Hello.
I try to train RoBERTa from scratch. I have several V100 GPUs. I already know that huggingface’s transformers automatically detect multi-gpu. And I checked it for myself in training log. But, there is something I couldn’t understand. There is no improvement performance between using single and multi GPUs. I experimented 3 cases, which are training same model with same batch size on single-GPU, 2-GPUs, 4-GPUs. There are code and training loss graph for comparing below.
from transformers import RobertaConfig
config = RobertaConfig(
num_hidden_layers=4,
hidden_size=512,
hidden_dropout_prob=0.1,
num_attention_heads=8,
attention_probs_dropout_prob=0.1,
intermediate_size=2048,
vocab_size=34492,
type_vocab_size=1,
initializer_range=0.02,
max_position_embeddings=512,
position_embedding_type="absolute"
)
from transformers import RobertaTokenizerFast
tokenizer = RobertaTokenizerFast.from_pretrained("tokenizer", max_len=512)
from transformers import RobertaForMaskedLM
model = RobertaForMaskedLM(config=config)
from transformers import LineByLineTextDataset
train_dataset = LineByLineTextDataset(
tokenizer=tokenizer,
file_path="train.txt",
block_size=tokenizer.max_len_single_sentence
)
from transformers import DataCollatorForLanguageModeling
data_collator = DataCollatorForLanguageModeling(
tokenizer=tokenizer, mlm=True, mlm_probability=0.15
)
from transformers import Trainer, TrainingArguments
num_train_epochs = 4
max_steps = num_train_epochs * len(train_dataset)

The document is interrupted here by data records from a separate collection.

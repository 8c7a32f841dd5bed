/**
 * How an uncertainty cell writes a Monte Carlo figure beside its own uncertainty: the figure to
 * the place of its standard error's first digit (`shownPlace`), the standard error with one or
 * two significant digits by one rule (`uncertaintyText`), each with its unit. Used by the mean's
 * and SD's figures and words (uncertainty-precision.ts), the percentiles'
 * (uncertainty-percentiles.ts) and, through the report's strings, every view. Only what is shown
 * is rounded: the report's numbers and the defined names keep their full values.
 */
import { formatNumber, type ReportQuantity } from '../units/quantity.ts';
import { unitAfterNumber } from '../units/units.ts';
import { shownPlace, toPlace, uncertaintyText } from '../numerics/sampling/mc-precision.ts';

/** `text` followed by the unit as written after a number ("3.9 mg / L", "0.26 /h"); no unit, the text. */
export const withUnit = (text: string, unit: string): string => (unit ? `${text} ${unitAfterNumber(unit)}` : text);

/**
 * The digits of a figure `x` (in its shown unit) with standard uncertainty `u` (in the same
 * unit's size): to the place of u's first digit, or, when u is 0 or has no value, to 4
 * significant figures with no place.
 */
export function figureDigits(x: number, u: number): { digits: string; place?: number } {
  if (!(u > 0)) return { digits: formatNumber(x) };
  const place = shownPlace(x, u);
  return { digits: toPlace(x, place), place };
}

/** A standard uncertainty as a report gives it, written by the one rule, with its unit: "0.14 mg / L". */
export const uncertaintyWords = (u: ReportQuantity): string => withUnit(uncertaintyText(u.value), u.unit);

/** `digits ± u unit` where the two share a unit ("3.9 ± 0.20 mg / L"), else each with its own ("19.12 degC ± 0.024 K"). */
export function plusMinus(digits: string, unit: string, u: ReportQuantity): string {
  const spread = uncertaintyText(u.value);
  return u.unit === unit ? withUnit(`${digits} ± ${spread}`, unit) : `${withUnit(digits, unit)} ± ${withUnit(spread, u.unit)}`;
}

/** A place (a power of ten) with the unit it is in: "0.1 mg / L", "10 min". */
export const placeWords = (place: number, unit: string): string => withUnit(toPlace(place, place), unit);

/** A Monte Carlo quantity's mean and SD as shown, each with its standard error, every one with its unit. */
export interface ShownFigures {
  /** The mean to the place of its standard error's first digit: "13.2 mg / L". */
  readonly mean: string;
  /** The mean's standard error SD/√n by the one rule: "0.14 mg / L". */
  readonly meanSE: string;
  /** The SD to the place of its standard error's first digit: "6.1 mg / L". */
  readonly sd: string;
  /** The SD's standard error by the one rule: "0.12 mg / L". */
  readonly sdSE: string;
}

/** The shown figures of a mean and an SD from the report's quantities (standard errors in the SD's unit). */
export function shownFigures(mean: ReportQuantity, meanSE: ReportQuantity, sd: ReportQuantity, sdSE: ReportQuantity): ShownFigures {
  return {
    mean: withUnit(figureDigits(mean.value, meanSE.value).digits, mean.unit),
    meanSE: uncertaintyWords(meanSE),
    sd: withUnit(figureDigits(sd.value, sdSE.value).digits, sd.unit),
    sdSE: uncertaintyWords(sdSE),
  };
}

warmup_steps = int(max_steps*0.05)
training_args = TrainingArguments(
output_dir="output",
overwrite_output_dir=True,
do_train=True,
max_steps=max_steps,
warmup_steps=warmup_steps,
num_train_epochs=num_train_epochs,
per_device_train_batch_size=100,
learning_rate=5e-5,
weight_decay=0,
max_grad_norm=1,
adam_beta1=0.9,
adam_beta2=0.98,
adam_epsilon=1e-6,
# disable_tqdm=True
logging_dir="log",
logging_first_step=True
)
trainer = Trainer(
model=model,
args=training_args,
data_collator=data_collator,
train_dataset=train_dataset,
)
trainer.train()
The dark blue line is using 4-GPUs, grey line is using 2-GPUs and sky blue line is using single-GPU. As the number of GPU increases, the number of steps(x-axis) are much smaller. I understand that the shape of the loss reduction is the same. However I couldn’t understand why multi-GPU’s training speed is more slower than single-GPU. If it is normal, How can I upgrade performance with multi-GPU in this code? Is there option I can tune?